— Work task —
Filter the entries down to the lines holding "size", then copy those lines.

— Collected data entries —

______

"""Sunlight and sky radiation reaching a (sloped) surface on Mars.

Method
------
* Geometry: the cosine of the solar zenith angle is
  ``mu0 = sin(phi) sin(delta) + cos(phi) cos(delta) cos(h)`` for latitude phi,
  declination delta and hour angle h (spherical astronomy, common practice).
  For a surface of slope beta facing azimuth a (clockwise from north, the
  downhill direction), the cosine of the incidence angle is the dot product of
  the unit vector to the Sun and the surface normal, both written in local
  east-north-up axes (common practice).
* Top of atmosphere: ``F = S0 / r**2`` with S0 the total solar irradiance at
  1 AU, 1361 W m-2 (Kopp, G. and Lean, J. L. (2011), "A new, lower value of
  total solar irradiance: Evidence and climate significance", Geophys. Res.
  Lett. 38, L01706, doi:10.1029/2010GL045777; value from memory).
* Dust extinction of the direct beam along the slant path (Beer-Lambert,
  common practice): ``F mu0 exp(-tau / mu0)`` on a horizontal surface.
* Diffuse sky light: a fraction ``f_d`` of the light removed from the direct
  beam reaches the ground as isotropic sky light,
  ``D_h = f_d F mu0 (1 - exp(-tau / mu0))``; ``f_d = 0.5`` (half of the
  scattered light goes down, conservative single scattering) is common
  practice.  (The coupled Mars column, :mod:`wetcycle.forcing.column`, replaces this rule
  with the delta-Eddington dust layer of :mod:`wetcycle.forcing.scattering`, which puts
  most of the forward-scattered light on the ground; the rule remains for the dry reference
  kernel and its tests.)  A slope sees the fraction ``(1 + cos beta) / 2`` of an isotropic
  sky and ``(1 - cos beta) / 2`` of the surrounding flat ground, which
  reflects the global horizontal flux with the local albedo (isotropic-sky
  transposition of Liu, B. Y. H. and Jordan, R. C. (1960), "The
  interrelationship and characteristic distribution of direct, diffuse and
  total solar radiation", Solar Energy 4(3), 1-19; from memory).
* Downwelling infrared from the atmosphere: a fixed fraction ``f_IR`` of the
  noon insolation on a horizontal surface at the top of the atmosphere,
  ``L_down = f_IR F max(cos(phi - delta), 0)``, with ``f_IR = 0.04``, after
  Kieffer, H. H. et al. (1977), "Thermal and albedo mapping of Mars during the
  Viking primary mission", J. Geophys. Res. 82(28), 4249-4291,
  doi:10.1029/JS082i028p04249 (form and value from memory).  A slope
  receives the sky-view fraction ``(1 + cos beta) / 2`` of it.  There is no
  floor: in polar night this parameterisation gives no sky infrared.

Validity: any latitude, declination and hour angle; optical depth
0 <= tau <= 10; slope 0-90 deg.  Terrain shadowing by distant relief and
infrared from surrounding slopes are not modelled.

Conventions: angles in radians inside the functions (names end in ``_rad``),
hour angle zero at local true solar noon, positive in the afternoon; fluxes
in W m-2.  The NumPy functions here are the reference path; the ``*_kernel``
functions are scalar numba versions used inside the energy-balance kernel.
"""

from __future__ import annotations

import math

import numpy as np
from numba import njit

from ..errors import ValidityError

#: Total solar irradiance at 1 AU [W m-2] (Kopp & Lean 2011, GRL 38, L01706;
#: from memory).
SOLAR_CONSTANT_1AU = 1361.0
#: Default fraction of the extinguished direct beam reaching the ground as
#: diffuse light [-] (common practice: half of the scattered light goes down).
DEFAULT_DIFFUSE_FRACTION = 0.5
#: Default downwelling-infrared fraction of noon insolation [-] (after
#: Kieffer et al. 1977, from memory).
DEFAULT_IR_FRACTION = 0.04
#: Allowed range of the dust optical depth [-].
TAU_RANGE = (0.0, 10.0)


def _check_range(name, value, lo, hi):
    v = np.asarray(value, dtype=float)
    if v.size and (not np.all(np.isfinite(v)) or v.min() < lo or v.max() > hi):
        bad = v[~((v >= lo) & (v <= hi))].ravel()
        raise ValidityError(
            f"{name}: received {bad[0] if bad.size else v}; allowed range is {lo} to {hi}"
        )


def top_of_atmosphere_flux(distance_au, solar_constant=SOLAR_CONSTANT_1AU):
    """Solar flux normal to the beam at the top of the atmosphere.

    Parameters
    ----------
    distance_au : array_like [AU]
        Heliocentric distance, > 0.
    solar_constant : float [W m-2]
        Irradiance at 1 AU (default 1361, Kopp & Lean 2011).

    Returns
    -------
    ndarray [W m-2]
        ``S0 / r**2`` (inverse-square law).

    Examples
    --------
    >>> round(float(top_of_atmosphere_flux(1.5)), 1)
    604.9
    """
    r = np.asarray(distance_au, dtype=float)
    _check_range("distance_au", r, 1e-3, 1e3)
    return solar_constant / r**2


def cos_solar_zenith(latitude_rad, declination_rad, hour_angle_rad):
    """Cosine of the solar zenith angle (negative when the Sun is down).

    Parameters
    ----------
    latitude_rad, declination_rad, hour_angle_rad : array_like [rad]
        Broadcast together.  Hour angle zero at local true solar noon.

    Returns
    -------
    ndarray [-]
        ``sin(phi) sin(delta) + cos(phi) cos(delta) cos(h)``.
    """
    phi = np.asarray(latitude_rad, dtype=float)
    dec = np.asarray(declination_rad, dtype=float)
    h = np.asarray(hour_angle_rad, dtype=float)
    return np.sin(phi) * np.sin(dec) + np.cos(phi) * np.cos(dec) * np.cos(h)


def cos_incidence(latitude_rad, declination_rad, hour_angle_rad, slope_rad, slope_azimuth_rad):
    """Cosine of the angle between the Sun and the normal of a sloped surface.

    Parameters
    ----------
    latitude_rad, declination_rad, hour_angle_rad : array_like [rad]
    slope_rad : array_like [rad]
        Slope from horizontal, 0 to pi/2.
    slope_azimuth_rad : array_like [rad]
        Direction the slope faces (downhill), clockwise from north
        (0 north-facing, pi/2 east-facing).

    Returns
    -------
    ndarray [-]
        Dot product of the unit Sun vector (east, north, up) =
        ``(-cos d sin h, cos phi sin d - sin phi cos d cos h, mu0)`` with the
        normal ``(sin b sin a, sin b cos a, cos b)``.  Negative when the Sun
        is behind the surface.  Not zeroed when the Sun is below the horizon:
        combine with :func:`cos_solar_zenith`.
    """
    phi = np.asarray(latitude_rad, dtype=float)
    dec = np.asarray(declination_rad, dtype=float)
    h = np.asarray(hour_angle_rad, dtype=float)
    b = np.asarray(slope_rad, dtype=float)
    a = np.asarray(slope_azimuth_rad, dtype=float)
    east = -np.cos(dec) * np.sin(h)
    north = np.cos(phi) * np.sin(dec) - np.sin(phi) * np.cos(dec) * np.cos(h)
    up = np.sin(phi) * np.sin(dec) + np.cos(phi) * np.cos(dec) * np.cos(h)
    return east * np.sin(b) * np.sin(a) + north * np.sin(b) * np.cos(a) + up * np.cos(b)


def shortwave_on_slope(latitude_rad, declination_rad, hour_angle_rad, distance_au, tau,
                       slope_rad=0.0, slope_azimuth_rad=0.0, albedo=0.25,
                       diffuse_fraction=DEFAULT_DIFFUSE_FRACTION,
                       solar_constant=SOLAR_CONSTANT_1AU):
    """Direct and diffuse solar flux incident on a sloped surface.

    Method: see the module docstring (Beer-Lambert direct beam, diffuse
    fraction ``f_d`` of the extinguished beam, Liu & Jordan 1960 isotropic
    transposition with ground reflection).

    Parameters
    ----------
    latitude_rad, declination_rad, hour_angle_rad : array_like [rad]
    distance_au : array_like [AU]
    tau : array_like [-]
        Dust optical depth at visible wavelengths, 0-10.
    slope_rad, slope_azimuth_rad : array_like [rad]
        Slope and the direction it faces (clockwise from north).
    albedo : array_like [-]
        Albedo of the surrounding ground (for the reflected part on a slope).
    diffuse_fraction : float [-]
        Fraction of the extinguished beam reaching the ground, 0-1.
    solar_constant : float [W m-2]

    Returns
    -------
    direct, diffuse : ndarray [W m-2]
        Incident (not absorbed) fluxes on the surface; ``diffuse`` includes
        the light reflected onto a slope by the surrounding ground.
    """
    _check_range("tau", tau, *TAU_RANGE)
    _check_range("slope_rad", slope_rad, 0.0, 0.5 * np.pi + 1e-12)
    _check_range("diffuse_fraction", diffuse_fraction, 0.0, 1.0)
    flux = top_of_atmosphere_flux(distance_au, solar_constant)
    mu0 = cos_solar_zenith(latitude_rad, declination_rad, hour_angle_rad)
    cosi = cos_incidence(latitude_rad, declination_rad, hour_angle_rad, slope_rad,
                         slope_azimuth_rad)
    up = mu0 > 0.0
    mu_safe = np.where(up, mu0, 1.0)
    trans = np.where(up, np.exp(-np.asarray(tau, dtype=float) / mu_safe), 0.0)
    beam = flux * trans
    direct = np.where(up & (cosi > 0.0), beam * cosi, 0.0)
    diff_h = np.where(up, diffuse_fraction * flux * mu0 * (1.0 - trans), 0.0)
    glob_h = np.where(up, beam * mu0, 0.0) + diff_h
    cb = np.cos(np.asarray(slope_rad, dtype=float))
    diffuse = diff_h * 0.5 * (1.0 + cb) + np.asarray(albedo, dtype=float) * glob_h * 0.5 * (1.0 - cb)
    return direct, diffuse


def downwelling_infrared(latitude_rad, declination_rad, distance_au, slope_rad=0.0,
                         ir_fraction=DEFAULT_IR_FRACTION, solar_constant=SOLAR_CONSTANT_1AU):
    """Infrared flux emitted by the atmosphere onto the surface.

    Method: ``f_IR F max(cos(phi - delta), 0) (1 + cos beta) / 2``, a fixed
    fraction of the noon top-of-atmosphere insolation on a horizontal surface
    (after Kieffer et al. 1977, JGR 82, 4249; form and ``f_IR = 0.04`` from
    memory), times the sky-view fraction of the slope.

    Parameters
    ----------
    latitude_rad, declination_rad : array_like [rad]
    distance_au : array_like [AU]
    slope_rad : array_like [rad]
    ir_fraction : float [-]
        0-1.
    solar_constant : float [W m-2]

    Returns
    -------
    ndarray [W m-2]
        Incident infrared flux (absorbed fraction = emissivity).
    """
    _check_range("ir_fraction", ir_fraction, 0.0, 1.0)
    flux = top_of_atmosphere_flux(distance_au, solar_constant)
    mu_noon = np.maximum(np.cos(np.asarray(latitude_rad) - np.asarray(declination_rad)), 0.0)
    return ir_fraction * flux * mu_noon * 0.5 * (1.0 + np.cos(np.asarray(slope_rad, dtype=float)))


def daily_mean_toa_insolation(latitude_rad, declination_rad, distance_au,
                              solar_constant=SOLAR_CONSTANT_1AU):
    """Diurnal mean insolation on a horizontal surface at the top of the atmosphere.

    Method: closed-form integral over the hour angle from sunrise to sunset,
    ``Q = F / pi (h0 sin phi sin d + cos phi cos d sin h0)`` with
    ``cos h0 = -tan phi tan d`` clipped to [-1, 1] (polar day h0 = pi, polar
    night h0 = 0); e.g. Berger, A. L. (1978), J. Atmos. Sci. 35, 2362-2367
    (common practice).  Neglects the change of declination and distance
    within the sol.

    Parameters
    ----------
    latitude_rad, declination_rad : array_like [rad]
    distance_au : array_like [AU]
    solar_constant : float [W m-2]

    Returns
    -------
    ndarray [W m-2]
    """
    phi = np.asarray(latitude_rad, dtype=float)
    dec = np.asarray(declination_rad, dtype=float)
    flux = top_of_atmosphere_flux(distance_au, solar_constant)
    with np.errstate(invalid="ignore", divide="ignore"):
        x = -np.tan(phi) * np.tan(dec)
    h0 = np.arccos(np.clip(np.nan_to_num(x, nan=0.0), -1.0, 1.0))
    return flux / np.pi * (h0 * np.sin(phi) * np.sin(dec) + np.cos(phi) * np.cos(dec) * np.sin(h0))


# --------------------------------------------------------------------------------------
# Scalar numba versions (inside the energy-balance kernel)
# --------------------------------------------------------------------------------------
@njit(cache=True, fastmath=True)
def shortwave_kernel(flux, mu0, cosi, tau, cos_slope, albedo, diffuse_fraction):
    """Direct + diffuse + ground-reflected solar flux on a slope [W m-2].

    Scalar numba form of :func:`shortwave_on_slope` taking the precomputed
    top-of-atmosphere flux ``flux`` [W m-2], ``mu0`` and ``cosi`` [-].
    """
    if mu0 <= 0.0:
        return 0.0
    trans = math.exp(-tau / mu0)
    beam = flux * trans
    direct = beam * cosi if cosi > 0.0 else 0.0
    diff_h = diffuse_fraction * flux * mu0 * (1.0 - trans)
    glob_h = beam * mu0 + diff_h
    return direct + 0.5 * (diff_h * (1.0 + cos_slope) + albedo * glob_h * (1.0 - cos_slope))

______

— Response —
    if v.size and (not np.all(np.isfinite(v)) or v.min() < lo or v.max() > hi):
            f"{name}: received {bad[0] if bad.size else v}; allowed range is {lo} to {hi}"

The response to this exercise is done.